When talking about Big Data, one initiative is worth a mention – The Google Ngrams . Google, in its on magnanimous way, started an program to digitize every single printed document, within the copyright limits back, in 2004. Started as a partnership with some of the well-known libraries around the globe such as the New York Public Library, the Harvard University Library and
Bodleian Library at University of Oxford , the plan was to make high resolution digital images of all printed documents – books magazines et al – and save them in a huge repository that is searchable through books.google. com.

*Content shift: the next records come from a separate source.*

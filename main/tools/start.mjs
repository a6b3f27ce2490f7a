import { spawn, spawnSync } from 'node:child_process'
import { existsSync } from 'node:fs'
import { dirname, join, resolve } from 'node:path'
import { fileURLToPath } from 'node:url'
import { parseArgs } from 'node:util'
import { electronPath, fetchElectron } from './electron-runtime.mjs'

const root = resolve(dirname(fileURLToPath(import.meta.url)), '..', '..')
const usage = `npm start -- [PLAN FILE] [--browser] [--port N]
  PLAN FILE   open this plan
  --browser   serve the window to a browser of this machine without trying Electron
  --port N    port of the browser host (default: any free one)`

function readArguments() {
  try {
    const { values, positionals } = parseArgs({
      allowPositionals: true,
      options: { browser: { type: 'boolean' }, port: { type: 'string' }, help: { type: 'boolean' } },
    })
    if (values.help) end(usage, 0)
    const port = Number(values.port ?? 0)
    if (!Number.isInteger(port) || port < 0 || port > 65535) end(`--port takes a number from 0 to 65535, not ${values.port}.`, 2)
    const files = positionals.map((path) => resolve(process.env.INIT_CWD ?? process.cwd(), path))
    const missing = files.find((path) => !existsSync(path))
    if (missing !== undefined) end(`There is no file ${missing}.`, 3)
    return { browser: values.browser === true, port, files }
  } catch (error) {
    return end(`${error.message}\n${usage}`, 2)
  }
}

function end(message, code) {
  console.error(message)
  process.exit(code)
}

const hasDisplay = () => ['win32', 'darwin'].includes(process.platform) || Boolean(process.env.DISPLAY || process.env.WAYLAND_DISPLAY)

/** The reason why the window is served to a browser, or null after the desktop program ran. */
async function runDesktop({ browser, files }) {
  if (browser) return 'As asked, the window is served to a browser.'
  if (!hasDisplay()) return 'There is no display here, so the window is served to a browser instead.'
  const path = electronPath(root) ?? await fetchElectron(root)
  if (path === null) return "Electron's runtime is not installed and could not be fetched, so the window is served to a browser instead."
  const started_ms = Date.now()
  const code = await run(path, [root, ...files])
  if (code !== 0 && Date.now() - started_ms < 5000) return 'Electron does not run on this machine, so the window is served to a browser instead.'
  process.exitCode = code
  return null
}

function run(path, given) {
  return new Promise((done) => {
    const child = spawn(path, given, { stdio: 'inherit' })
    for (const signal of ['SIGINT', 'SIGTERM']) process.on(signal, () => child.kill(signal))
    child.once('error', () => done(1))
    child.once('exit', (code, signal) => done(signal === null ? code : 0))
  })
}

/** Serves the window until Ctrl-C, which is how it is meant to end. */
async function serve({ port, files }) {
  const code = await run(process.execPath, [join(root, 'out', 'main', 'headless.js'), 'serve', '--open', '--port', String(port), ...files.slice(0, 1)])
  process.exitCode = code === 130 ? 0 : code
}

const given = readArguments()
const prepared = spawnSync(process.execPath, [join(root, 'main', 'tools', 'prepare.mjs')], { stdio: 'inherit', cwd: root })
if (prepared.status !== 0) end('The program could not be built; see above.', 1)
const reason = await runDesktop(given)
if (reason !== null) {
  console.error(reason)
  await serve(given)
}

As the collection grew, Google realized the potential to actually digitize them one word at a time. Through a tool known as reCAPTCHA they then started to extract every word from every single image that was scanned. What was born out of it was an amazingly large data set from words dating back to 1500. By 2012, they had almost 15% of all the printed books digitized and that amounted to almost 700 billion words! What came out of this was Google Ngrams !
An “ngram” is a sequence of letters of any length, which could be a word, a misspelling, a phrase or gibberish
Google Ngrams is a searchable word repository, which graphs the occurrence of a word or a phrase in a “corpus of books” (as Google themselves puts it). It then plots those occurrences across time and the result is a visualization of how frequent the words were used over time.
As curious as I was, I decided to try out a few of the “jargons” of today to see how far back it was used. The results were alarming!
The word “technology” (keep in mind the search is case sensitive) was used as long back as early 1500s, which is ok considering it is quite a defined term in the English dictionary. But what was even more puzzling is that the word “Internet” was used in the 1590s! Now what can that be referred to! Also, although the whole slew of ARPANET and packet switching started to evolve in the 1960s it wasn’t until 1990s when the word “Internet” started to be used widely in printed form!